▸ Items listed in a dataset:
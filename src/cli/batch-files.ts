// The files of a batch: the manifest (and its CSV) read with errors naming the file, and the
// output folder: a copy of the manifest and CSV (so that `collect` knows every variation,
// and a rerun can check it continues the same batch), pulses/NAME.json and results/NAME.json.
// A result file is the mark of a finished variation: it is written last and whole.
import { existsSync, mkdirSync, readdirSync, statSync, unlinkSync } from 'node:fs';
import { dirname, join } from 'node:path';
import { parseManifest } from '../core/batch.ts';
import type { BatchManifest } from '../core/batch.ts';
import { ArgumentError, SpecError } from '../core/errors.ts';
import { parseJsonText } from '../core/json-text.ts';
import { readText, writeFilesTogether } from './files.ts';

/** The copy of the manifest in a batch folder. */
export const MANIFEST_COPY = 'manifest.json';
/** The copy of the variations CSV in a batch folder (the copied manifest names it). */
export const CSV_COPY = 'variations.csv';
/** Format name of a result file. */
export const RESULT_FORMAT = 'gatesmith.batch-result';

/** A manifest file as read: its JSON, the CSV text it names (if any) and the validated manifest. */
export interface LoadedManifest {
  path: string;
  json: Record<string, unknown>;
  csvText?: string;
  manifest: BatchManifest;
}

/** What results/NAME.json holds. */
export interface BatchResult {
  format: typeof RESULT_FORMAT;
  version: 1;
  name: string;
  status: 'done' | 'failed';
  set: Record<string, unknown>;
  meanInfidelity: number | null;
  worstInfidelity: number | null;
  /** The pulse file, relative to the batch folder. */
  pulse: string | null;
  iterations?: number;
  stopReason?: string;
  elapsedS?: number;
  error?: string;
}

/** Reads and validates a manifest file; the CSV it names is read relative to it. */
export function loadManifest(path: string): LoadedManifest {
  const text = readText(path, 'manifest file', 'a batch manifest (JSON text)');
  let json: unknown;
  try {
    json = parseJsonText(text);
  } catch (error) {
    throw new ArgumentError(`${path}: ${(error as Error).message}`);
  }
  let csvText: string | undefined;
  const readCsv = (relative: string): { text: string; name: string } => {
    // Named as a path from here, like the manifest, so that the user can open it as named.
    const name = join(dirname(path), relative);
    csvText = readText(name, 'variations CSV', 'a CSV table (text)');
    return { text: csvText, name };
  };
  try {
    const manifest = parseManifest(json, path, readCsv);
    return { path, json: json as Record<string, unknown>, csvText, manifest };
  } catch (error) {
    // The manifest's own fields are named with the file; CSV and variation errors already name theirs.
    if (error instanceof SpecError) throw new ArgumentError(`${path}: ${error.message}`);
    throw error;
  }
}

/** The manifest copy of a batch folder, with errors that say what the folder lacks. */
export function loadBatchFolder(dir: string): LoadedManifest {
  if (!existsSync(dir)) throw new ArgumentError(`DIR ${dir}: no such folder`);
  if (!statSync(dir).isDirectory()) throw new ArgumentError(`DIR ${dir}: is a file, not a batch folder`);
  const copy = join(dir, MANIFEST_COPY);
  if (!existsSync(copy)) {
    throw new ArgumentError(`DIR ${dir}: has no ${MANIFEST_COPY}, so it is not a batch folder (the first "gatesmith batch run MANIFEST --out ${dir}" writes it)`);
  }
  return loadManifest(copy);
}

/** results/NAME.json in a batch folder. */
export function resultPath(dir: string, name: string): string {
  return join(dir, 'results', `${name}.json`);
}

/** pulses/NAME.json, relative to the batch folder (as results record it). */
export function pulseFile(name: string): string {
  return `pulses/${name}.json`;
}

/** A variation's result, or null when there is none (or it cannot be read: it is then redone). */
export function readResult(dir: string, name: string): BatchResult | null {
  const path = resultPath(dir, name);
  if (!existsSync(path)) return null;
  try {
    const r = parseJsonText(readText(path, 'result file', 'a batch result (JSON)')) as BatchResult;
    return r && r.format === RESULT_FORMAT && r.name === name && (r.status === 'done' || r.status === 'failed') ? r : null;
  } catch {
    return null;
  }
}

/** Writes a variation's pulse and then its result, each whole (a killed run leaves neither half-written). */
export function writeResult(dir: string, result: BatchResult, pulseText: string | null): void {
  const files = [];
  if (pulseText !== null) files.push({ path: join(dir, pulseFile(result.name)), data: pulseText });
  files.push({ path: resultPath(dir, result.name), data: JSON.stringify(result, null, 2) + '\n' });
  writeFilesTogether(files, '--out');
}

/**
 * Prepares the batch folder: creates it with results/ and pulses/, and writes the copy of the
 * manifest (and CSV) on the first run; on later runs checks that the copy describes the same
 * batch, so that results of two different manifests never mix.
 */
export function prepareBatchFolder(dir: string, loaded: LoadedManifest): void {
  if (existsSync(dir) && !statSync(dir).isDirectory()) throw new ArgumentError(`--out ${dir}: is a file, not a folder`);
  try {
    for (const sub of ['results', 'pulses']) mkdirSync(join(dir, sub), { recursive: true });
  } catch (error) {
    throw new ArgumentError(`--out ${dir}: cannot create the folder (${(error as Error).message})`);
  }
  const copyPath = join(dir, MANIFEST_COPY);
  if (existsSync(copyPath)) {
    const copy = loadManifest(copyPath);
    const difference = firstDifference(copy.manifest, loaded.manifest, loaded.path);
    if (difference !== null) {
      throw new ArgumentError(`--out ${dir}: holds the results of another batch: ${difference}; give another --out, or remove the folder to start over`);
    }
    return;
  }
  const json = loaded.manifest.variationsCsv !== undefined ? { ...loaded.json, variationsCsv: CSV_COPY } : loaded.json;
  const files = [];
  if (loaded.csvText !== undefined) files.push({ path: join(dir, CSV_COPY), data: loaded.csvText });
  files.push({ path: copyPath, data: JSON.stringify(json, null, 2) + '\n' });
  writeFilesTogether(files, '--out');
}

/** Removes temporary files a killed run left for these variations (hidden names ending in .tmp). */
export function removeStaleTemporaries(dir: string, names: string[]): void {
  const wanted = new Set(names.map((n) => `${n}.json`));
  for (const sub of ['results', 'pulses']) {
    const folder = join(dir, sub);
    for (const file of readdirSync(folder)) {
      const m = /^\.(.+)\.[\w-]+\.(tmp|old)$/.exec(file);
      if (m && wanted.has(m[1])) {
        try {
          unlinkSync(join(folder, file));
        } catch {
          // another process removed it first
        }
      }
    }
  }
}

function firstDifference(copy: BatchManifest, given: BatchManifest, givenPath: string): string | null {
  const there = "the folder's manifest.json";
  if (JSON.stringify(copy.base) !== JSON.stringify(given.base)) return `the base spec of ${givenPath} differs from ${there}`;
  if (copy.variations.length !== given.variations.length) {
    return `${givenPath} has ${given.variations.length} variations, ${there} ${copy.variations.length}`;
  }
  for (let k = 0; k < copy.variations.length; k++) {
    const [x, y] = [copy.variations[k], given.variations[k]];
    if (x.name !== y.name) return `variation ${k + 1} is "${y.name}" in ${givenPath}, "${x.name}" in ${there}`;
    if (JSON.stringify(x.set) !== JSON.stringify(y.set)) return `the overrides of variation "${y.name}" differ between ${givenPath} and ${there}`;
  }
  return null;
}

▸ Exercise goal:
Where does the string "BatchManifest" occur in the data above? Copy every line that holds it.

▸ Expected answer:
import type { BatchManifest } from '../core/batch.ts';
  manifest: BatchManifest;
function firstDifference(copy: BatchManifest, given: BatchManifest, givenPath: string): string | null {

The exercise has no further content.